**Activity:**
Show, from the records below, all lines that contain the word "return".
** Opening Record excerpts block **
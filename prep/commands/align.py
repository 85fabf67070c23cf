"""``headprep align``: co-register electrodes to the scalp and check their placement."""
from __future__ import annotations

import argparse
import json
import shutil
from dataclasses import replace
from pathlib import Path
from typing import Any

import numpy as np

from ..atomic import check_writable, staging_dir, write_text_atomic
from ..checks import run_checks
from ..console import Context, exit_status, format_findings
from ..model import FIDUCIALS, Finding, Sensors

HELP = "co-register electrodes to the scalp and check their placement"
DESCRIPTION = """Co-register digitized electrodes to a scalp mesh and check every electrode.

The surface fit (default) matches head-shape points and electrodes to the scalp
with a robust ICP started from the fiducials; --method fiducial uses nasion,
LPA and RPA alone. Each electrode gets its signed distance to the scalp
(outside positive) and is checked for being lifted, below the skin, swapped
with another label, or part of a mirrored montage.

With --out DIR it writes alignment.json (transform, residuals, uncertainty, per
electrode table, findings), placed_electrodes.tsv (electrodes in the scalp's
frame) and placement.png. Exit 0 when no check failed, 1 when one did, 2 when an
input cannot be used (nothing is written), 3 on an internal error."""

PLACED_NAME = "placed_electrodes.tsv"


def add_arguments(parser: argparse.ArgumentParser) -> None:
    parser.add_argument("--sensors", required=True, metavar="FILE", help="digitized electrode file")
    parser.add_argument("--scalp", required=True, metavar="MESH", help="scalp mesh (anatomy frame)")
    parser.add_argument("--headshape", metavar="FILE",
                        help="head-shape points (any electrode format); default: head-shape rows of --sensors")
    parser.add_argument("--fiducials", metavar="FILE",
                        help="nasion, LPA and RPA marked in the scalp's frame (any electrode format)")
    parser.add_argument("--method", default="surface", metavar="NAME",
                        help="aligner: surface (robust ICP, default) or fiducial")
    parser.add_argument("--sensor-units", metavar="UNIT", help="length unit of the electrode files (m, cm, mm)")
    parser.add_argument("--mesh-units", metavar="UNIT", help="length unit of the mesh (m, cm, mm)")
    parser.add_argument("--set", action="append", default=[], metavar="KEY=VALUE", dest="settings",
                        help="an option of the aligner or of a placement check, e.g. off_scalp_fail_m=0.012 "
                             "(repeatable; see `headprep plugins --json` for the defaults)")
    parser.add_argument("--out", type=Path, metavar="DIR", help="write the transform, placed electrodes and picture")
    parser.add_argument("--json", action="store_true", help="print one JSON document on stdout")


def _anatomy_fiducials(sensors: Sensors) -> dict[str, np.ndarray]:
    """Fiducials of a file, including rows whose label names one (``nasion``, ``lpa``...)."""
    fids = dict(sensors.fiducials)
    for label, pos in zip(sensors.labels, sensors.positions):
        key = label.lower()
        if key in FIDUCIALS and key not in fids:
            fids[key] = pos
    return fids


def _read(ctx: Context, args: argparse.Namespace) -> tuple[Sensors, Any, dict | None, list[Finding]]:
    from ..readers import read_sensors, read_surface

    reg = ctx.registry
    sensors = read_sensors(reg, args.sensors, units=args.sensor_units)
    # the same sensor checks as `inspect` and `run` (a NaN electrode or a doubled label is a fail here too)
    findings = list(sensors.findings) + list(run_checks(reg, "sensors", sensors=sensors).findings)
    if args.headshape:
        hs = read_sensors(reg, args.headshape, units=args.sensor_units)
        findings += hs.findings
        parts = [p for p in (sensors.headshape, hs.headshape, hs.positions) if len(p)]
        sensors = replace(sensors, headshape=np.vstack(parts) if parts else None)
    fids = None
    if args.fiducials:
        fs = read_sensors(reg, args.fiducials, units=args.sensor_units)
        findings += fs.findings
        fids = _anatomy_fiducials(fs)
        missing = [k for k in FIDUCIALS if k not in fids]
        if missing:
            findings.append(Finding(
                code="input.fiducial-missing", severity="warn", subjects=tuple(missing), source="align",
                message=f"{args.fiducials}: anatomy-frame fiducial(s) {', '.join(missing)} not found; "
                        "the surface fit searches its start instead"))
            fids = None
    scalp = read_surface(reg, args.scalp, "scalp", units=args.mesh_units)
    findings += scalp.findings
    return sensors, scalp, fids, findings


def _document(res: Any, findings: list[Finding]) -> dict[str, Any]:  # res: PlacementResult
    arrays = res.report.arrays
    dist = arrays.get("placement_signed_distance_m")
    eeg_labels = [lab for lab, k in zip(res.placed.labels, res.placed.kinds) if k == "eeg"]
    by_label: dict[str, list[str]] = {}
    for f in findings:
        for s in f.subjects:
            by_label.setdefault(s, []).append(f.code)
    index = {lab: i for i, lab in enumerate(eeg_labels)}
    electrodes = []
    for lab, kind, pos, proj in zip(res.placed.labels, res.placed.kinds, res.placed.positions,
                                    res.projected.positions):
        i = index.get(lab) if kind == "eeg" else None
        d = float(dist[i]) if dist is not None and i is not None and np.isfinite(dist[i]) else None
        electrodes.append({"label": lab, "kind": kind, "signed_distance_m": d,
                           "placed_m": pos.tolist() if np.isfinite(pos).all() else None,
                           "projected_m": proj.tolist() if np.isfinite(proj).all() else None,
                           "findings": sorted(set(by_label.get(lab, [])))})
    t = res.alignment.transform
    return {"transform": {"matrix": t.matrix.tolist(), "from": t.from_frame, "to": t.to_frame, "method": t.method},
            "residuals": {k: res.alignment.metrics.get(k) for k in ("rms_m", "fre_m")},
            "uncertainty": res.alignment.metrics.get("uncertainty"),
            "alignment": dict(res.alignment.metrics),
            "electrodes": electrodes,
            "findings": [f.to_dict() for f in findings]}


def _write_placed(ctx: Context, placed: Sensors, path: Path) -> list[Path]:
    for writer in ctx.registry.descriptors("sensor_writer"):
        if any(path.name.lower().endswith(s.lower()) for s in writer.suffixes):
            return list(ctx.registry.call(writer, "write", placed, path,
                                          step=f"sensor writer '{writer.name}' writing {path}"))
    lines = ["label\tx\ty\tz"] + [f"{lab}\t" + "\t".join(repr(float(v)) for v in p)
                                  for lab, p in zip(placed.labels, placed.positions)]
    write_text_atomic(path, "\n".join(lines) + "\n")
    return [path]


def _write(ctx: Context, out: Path, doc: dict[str, Any], res: Any, scalp: Any) -> list[Path]:
    from ..placement import placement_figure

    stage = staging_dir(out / "align")
    try:
        staged = [stage / "alignment.json"]
        write_text_atomic(staged[0], json.dumps(doc, indent=2, allow_nan=False) + "\n")
        staged += _write_placed(ctx, res.placed, stage / PLACED_NAME)
        staged.append(placement_figure(res, scalp, stage / "placement.png"))
        final = []
        for p in staged:
            target = out / Path(p).name
            Path(p).replace(target)
            final.append(target)
        return final
    finally:
        shutil.rmtree(stage, ignore_errors=True)


def _human(doc: dict[str, Any], findings: list[Finding], written: list[Path]) -> str:
    res = doc["residuals"]
    unc = doc["uncertainty"] or {}
    rms = f"{res['rms_m'] * 1e3:.2f} mm" if res.get("rms_m") is not None else "n/a"
    fre = f"{res['fre_m'] * 1e3:.2f} mm" if res.get("fre_m") is not None else "n/a"
    lines = [f"alignment {doc['transform']['from']} -> {doc['transform']['to']} ({doc['transform']['method']})",
             f"  surface residual (RMS)   {rms}",
             f"  fiducial residual (RMS)  {fre}",
             f"  uncertainty              {unc.get('translation_mm', float('nan')):.2f} mm, "
             f"{unc.get('rotation_deg', float('nan')):.2f} deg",
             f"  electrodes               {sum(e['kind'] == 'eeg' for e in doc['electrodes'])}"]
    flagged = [e for e in doc["electrodes"] if e["findings"]]
    if flagged:
        lines += ["", "  label      distance  findings"]
        for e in flagged:
            d = f"{e['signed_distance_m'] * 1e3:+6.1f} mm" if e["signed_distance_m"] is not None else "     n/a"
            lines.append(f"  {e['label']:<10} {d}  {', '.join(e['findings'])}")
    shown = [f for f in findings if f.severity != "info"]
    if shown:
        lines += ["", format_findings(shown)]
    if written:
        lines += ["", "written: " + ", ".join(str(p) for p in written)]
    return "\n".join(lines)


def _settings(ctx: Context, args: argparse.Namespace) -> tuple[dict[str, Any], dict[str, Any]]:
    """Split ``--set KEY=VALUE`` into aligner options and placement-check options (values parsed as JSON)."""
    from ..checks import validate_check_options
    from ..errors import UsageError

    aligner = ctx.registry.get("aligner", args.method)
    mine: dict[str, Any] = {}
    checks: dict[str, Any] = {}
    for item in args.settings:
        key, sep, raw = item.partition("=")
        if not sep or not key.strip():
            raise UsageError(f"--set {item!r}: expected KEY=VALUE")
        try:
            value = json.loads(raw)
        except json.JSONDecodeError:
            value = raw
        (mine if key.strip() in aligner.defaults else checks)[key.strip()] = value
    validate_check_options(ctx.registry, checks, "--set")
    return mine, checks


def run(args: argparse.Namespace, ctx: Context) -> int:
    from ..placement import place_sensors

    options, check_options = _settings(ctx, args)
    if args.out:
        check_writable(Path(args.out) / "alignment.json")
    sensors, scalp, fids, findings = _read(ctx, args)
    res = place_sensors(ctx.registry, sensors, scalp, fids, method=args.method, options=options,
                        check_options=check_options)
    findings += list(res.findings)
    doc = _document(res, findings)
    written = _write(ctx, args.out, doc, res, scalp) if args.out else []
    doc["written"] = [str(p) for p in written]
    ctx.emit(doc, lambda: _human(doc, findings, written))
    return exit_status(findings)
** Closing Record excerpts block **
**Task response:**
    return fids
    return sensors, scalp, fids, findings
    return {"transform": {"matrix": t.matrix.tolist(), "from": t.from_frame, "to": t.to_frame, "method": t.method},
            return list(ctx.registry.call(writer, "write", placed, path,
    return [path]
        return final
    return "\n".join(lines)
    return mine, checks
    return exit_status(findings)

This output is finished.